Disk IO high and thread switching over high performance voltage measurement case studies

Source: Internet
Author: User
Tags switches

Case phenomenon:

When the pressure test, found a request pressure 80tps, the CPU occupied is very high (24-core machine, each CPU occupation rate of the total soared to more than 80%), and set the checkpoint did not have any error.

1. The top command is as follows:

2, understand the background to implement the logic: The general is such: after the server received the request, will be another KV server request data, take back the data, according to the user's machine code to do personalized operation, and finally return the results to the client, during the output some debug log.

Check the next, the KV server is normal, the description is the problem of the native service server. Specifically, use the Vmstat command to see where the anomaly is.

3, it can be seen intuitively, Bi, Bo, in, CS the values of the four items are very high, according to experience, BI and bo for disk IO-related, in and CS on behalf of the system process-related. One solution, first look at IO.

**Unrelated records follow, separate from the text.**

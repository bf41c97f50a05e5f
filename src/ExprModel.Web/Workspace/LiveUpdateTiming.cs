using System.Diagnostics;

namespace ExprModel.Web.Workspace;

/// <summary>Server time of the latest live update, from the control's event to the trace and to the first read-outs (ms).</summary>
public sealed class LiveUpdateTiming : ILiveUpdateObserver
{
    private long _startedAt;

    public double TraceMs { get; private set; }
    public double FirstReadoutsMs { get; private set; }

    public void Started() => _startedAt = Stopwatch.GetTimestamp();
    public void TraceReady() => TraceMs = Stopwatch.GetElapsedTime(_startedAt).TotalMilliseconds;
    public void FirstReadoutsReady() => FirstReadoutsMs = Stopwatch.GetElapsedTime(_startedAt).TotalMilliseconds;
}
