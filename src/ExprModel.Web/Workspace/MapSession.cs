using System.Globalization;
using ExprModel.Core.Mapping;
using ExprModel.Web.Simulation;

namespace ExprModel.Web.Workspace;

/// <summary>
/// The Map page without its page: the mapping report with the user's overrides (exclude, re-point, re-weight), the
/// density rule being edited, the models built from it and their read-outs. <paramref name="changed"/> is called
/// whenever something shown changed.
/// </summary>
public sealed class MapSession : IDisposable
{
    private readonly WorkspaceState _workspace;
    private readonly ModelRunner _runner;
    private readonly Func<Task> _changed;
    private CancellationTokenSource? _batchCts;

    public MapSession(WorkspaceState workspace, ModelRunner runner, Func<Task> changed)
    {
        _workspace = workspace;
        _runner = runner;
        _changed = changed;
        Expression = workspace.Session;
        var r = workspace.Rule;
        ReferenceGroup = r.ReferenceGroup ?? "";
        Exponent = r.Exponent; Clamp = r.ClampToPlausibleRange; CapacitancePf = r.CapacitancePf; TemperatureC = r.TemperatureC;
        CellBatch = new CellBatchJob(workspace, runner, changed);
        Confrontation = new ConfrontationView(workspace, CellBatch);
        Remap();
    }

    /// <summary>The table as read (null until the Load page reads one).</summary>
    public ExpressionSession? Expression { get; }
    public MappingReport? Report { get; private set; }
    public string? Error { get; set; }
    public bool Building { get; private set; }

    /// <summary>The density rule's fields as the form edits them ("" = the dataset median as reference).</summary>
    public string ReferenceGroup { get; set; }
    public double Exponent { get; set; }
    public bool Clamp { get; set; }
    public double CapacitancePf { get; set; }
    public double TemperatureC { get; set; }

    /// <summary>Read-outs of every built model, by label, and the job that measures them.</summary>
    public IReadOnlyDictionary<string, ReadoutSet> BatchRows => _batchRows;
    private readonly Dictionary<string, ReadoutSet> _batchRows = new(StringComparer.Ordinal);
    public bool BatchBusy { get; private set; }
    public bool BatchCancelled { get; private set; }
    public int BatchDone { get; private set; }
    public int BatchTotal { get; private set; }

    public CellBatchJob CellBatch { get; }
    /// <summary>The every-cell read-outs against the recorded values, when some are loaded.</summary>
    public ConfrontationView Confrontation { get; }
    public bool HasRecorded => _workspace.Recorded.Compared is { Readouts.Count: > 0 };

    /// <summary>Shows <paramref name="message"/> to the user (a download that failed, say).</summary>
    public void Refuse(string message)
    {
        Error = message;
        _ = _changed();
    }

    public IReadOnlyList<string> GroupNames => Expression?.Dataset.Groups?.Members.Keys.ToArray() ?? [];

    private void Remap()
    {
        if (Expression is null) return;
        try { Report = Expression.Map(_workspace.Overrides); Error = null; }
        catch (Exception e) when (e is ArgumentException or InvalidOperationException) { Error = e.Message; }
    }

    /// <summary>Mean normalised expression of <paramref name="gene"/> over the group's cells (the library's group statistic).</summary>
    public double GroupMean(GeneMapping gene, string group) =>
        CellGroups.Statistic(group, Expression!.Dataset.Groups!.Members[group], gene.ExpressionByCell).Mean;

    public void SetExclude(string gene, bool exclude) => Change(exclude ? new GeneOverride(gene, Exclude: true) : null, gene);

    public void Repoint(string gene, string? entry) => Change(string.IsNullOrEmpty(entry) ? null : new GeneOverride(gene, EntryId: entry), gene);

    public void SetWeight(string gene, string? text)
    {
        if (string.IsNullOrWhiteSpace(text)) { Change(null, gene); return; }
        if (!double.TryParse(text, NumberStyles.Float, CultureInfo.InvariantCulture, out var w) || !(w >= 0) || !double.IsFinite(w))
        {
            Error = $"{gene}: the weight must be a number of 0 or more (got '{text}').";
            _ = _changed();
            return;
        }
        Change(new GeneOverride(gene, Weight: w), gene);
    }

    /// <summary>The weight the user gave <paramref name="gene"/> (without re-pointing it), as typed; "" when none.</summary>
    public string WeightOverride(string gene) =>
        _workspace.Overrides.FirstOrDefault(o => o.Gene == gene && o.Weight is not null && o.EntryId is null) is { Weight: { } w }
            ? w.ToString(CultureInfo.InvariantCulture) : "";

    public static string Describe(GeneOverride o) =>
        o.Exclude ? $"{o.Gene} excluded" : o.EntryId is not null ? $"{o.Gene} → {o.EntryId}" : $"{o.Gene} weight {o.Weight}";

    /// <summary>
    /// Replaces the override of <paramref name="gene"/> (none when <paramref name="next"/> is null); built models no longer
    /// match and are dropped.
    /// </summary>
    private void Change(GeneOverride? next, string gene)
    {
        var old = _workspace.Overrides.FirstOrDefault(o => string.Equals(o.Gene, gene, StringComparison.OrdinalIgnoreCase));
        if (old is not null) _workspace.Overrides.Remove(old);
        if (next is not null) _workspace.Overrides.Add(next);
        ForgetBuilt();
        Remap();
        _ = _changed();
    }

    public void ClearOverrides()
    {
        _workspace.Overrides.Clear();
        ForgetBuilt();
        Remap();
        _ = _changed();
    }

    private void ForgetBuilt()
    {
        _workspace.Built.Clear();
        _workspace.GroupModels.Clear();
        _batchRows.Clear();
    }

    /// <summary>Builds a model per group (or per cell without groups) with the rule in the form; it becomes the workspace's rule.</summary>
    public async Task BuildAllAsync()
    {
        if (Expression is null || Report is null) return;
        Building = true;
        Error = null;
        var rule = DensityRule.RelativeTo(string.IsNullOrEmpty(ReferenceGroup) ? null : ReferenceGroup) with
        {
            Exponent = Exponent,
            ClampToPlausibleRange = Clamp,
            CapacitancePf = CapacitancePf,
            TemperatureC = TemperatureC,
        };
        try
        {
            var s = Expression;
            var report = Report;
            var built = await Task.Run(() => s.Dataset.Targets.Select(t => (t, s.Build(report, rule, t))).ToList());
            _workspace.Rule = rule;
            ForgetBuilt();
            foreach (var (target, model) in built)
            {
                var label = target.Group ?? target.CellId!;
                _workspace.Built[label] = model;
                _workspace.GroupModels[label] = model.Document;
            }
        }
        catch (UserInputException e) { Error = e.Message; }
        finally { Building = false; }
        await _changed();
    }

    /// <summary>Makes the built model <paramref name="label"/> the Workbench's model.</summary>
    public void OpenBuilt(string label)
    {
        bool perCell = Expression?.Dataset.Groups is null;
        _workspace.Open(_workspace.GroupModels[label], "built from " + (perCell ? "cell " : "group ") + label, null,
            perCell ? ModelTarget.ForCell(label) : ModelTarget.ForGroup(label));
    }

    /// <summary>Makes the first group's model the Workbench's model, for a comparison of the groups there.</summary>
    public void OpenFirstGroup()
    {
        var first = _workspace.GroupModels.First();
        _workspace.Open(first.Value, "built from group " + first.Key, null, ModelTarget.ForGroup(first.Key));
    }

    /// <summary>Read-outs of every built model, one after another, with progress; cancellable between and within models.</summary>
    public async Task RunBatchAsync()
    {
        _batchCts?.Cancel();
        _batchCts = new CancellationTokenSource();
        var token = _batchCts.Token;
        BatchBusy = true; BatchCancelled = false; BatchDone = 0; BatchTotal = _workspace.GroupModels.Count;
        _batchRows.Clear();
        try
        {
            foreach (var (label, doc) in _workspace.GroupModels.ToList())
            {
                _batchRows[label] = await _runner.ReadoutsAsync(doc, token);
                BatchDone++;
                await _changed();
            }
        }
        catch (OperationCanceledException) { BatchCancelled = true; }
        catch (Exception e) when (e is UserInputException or SimulationTimeoutException) { Error = e.Message; }
        finally { BatchBusy = false; }
        await _changed();
    }

    public void CancelBatch()
    {
        _batchCts?.Cancel();
        BatchCancelled = true;
        _ = _changed();
    }

    public void Dispose()
    {
        _batchCts?.Cancel();
        _batchCts?.Dispose();
        CellBatch.Dispose();
    }
}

4, with the iostat–x command to read the disk read and write, sure enough, the disk slowly to block the dead.

5, read the next process, only write log operation can cause frequent read and write disk. Decisively close log. Re-crackdown on the test.

6, Bi and Bo down to normal, indicating that the disk problem solved. But the number of context switches actually reached 400,000 times per second! It's horrible.

7, only know that the number of context switches is very large, how to know which processes to switch between?

a script was searched on the internet, which was used to count the top20 of the process switching in a given time and print it out.

#! /usr/bin/Env stap##GlobalCsw_countGlobalidle_countprobe Scheduler.cpu_off {csw_count[task_prev, Task_next]++Idle_count+=idle}function fmt_task (Task_prev, task_next) {returnsprintf"%s (%d)->%s (%d)", Task_execname (Task_prev), Task_pid (Task_prev), Task_execname (Task_next), Task_pid (Task_next))} function Print_cswtop () {printf ("%45s%10s\n","Context Switch","COUNT")foreach([Task_prev, Task_next]inchCsw_count-limit -) {printf ("%45s%10d\n", Fmt_task (Task_prev, Task_next), Csw_count[task_prev, Task_next])} printf ("%45s%10d\n","Idle", Idle_count) Delete Csw_countdelete idle_count}probe timer.s ($1) {print_cswtop () printf ("--------------------------------------------------------------\ n")}

After saving to CS.STP, execute with STAP CSWMON.STP 5 command.

8, the discovery is the discover process in the repeated and the system process to switch. This consumes a lot of resources.

9, from the online search for some of the ways to reduce the switching process:

The development was then changed: the number of threads was doubled and controlled in a process.

Re-suppressed a bit. The number of context switches was found to be reduced to about 250,000 times.

The performance data at this time can reach about 260 times per second, much higher than the previous 80 times. Have reached the need to go live.

However, due to the high number of page break books and context switches, it is necessary to optimize the following

Disk IO high and thread switching over high performance voltage measurement case studies

Contact Us

The content source of this page is from Internet, which doesn't represent Alibaba Cloud's opinion; products and services mentioned on that page don't have any relationship with Alibaba Cloud. If the content of the page makes you feel confusing, please write us an email, we will handle the problem within 5 days after receiving your email.

If you find any instances of plagiarism from the community, please send an email to: info-contact@alibabacloud.com and provide relevant evidence. A staff member will contact you within 5 working days.

A Free Trial That Lets You Build Big!

Start building with 50+ products and up to 12 months usage for Elastic Compute Service

  • Sales Support

    1 on 1 presale consultation

  • After-Sales Support

    24/7 Technical Support 6 Free Tickets per Quarter Faster Response

  • Alibaba Cloud offers highly flexible support services tailored to meet your exact needs.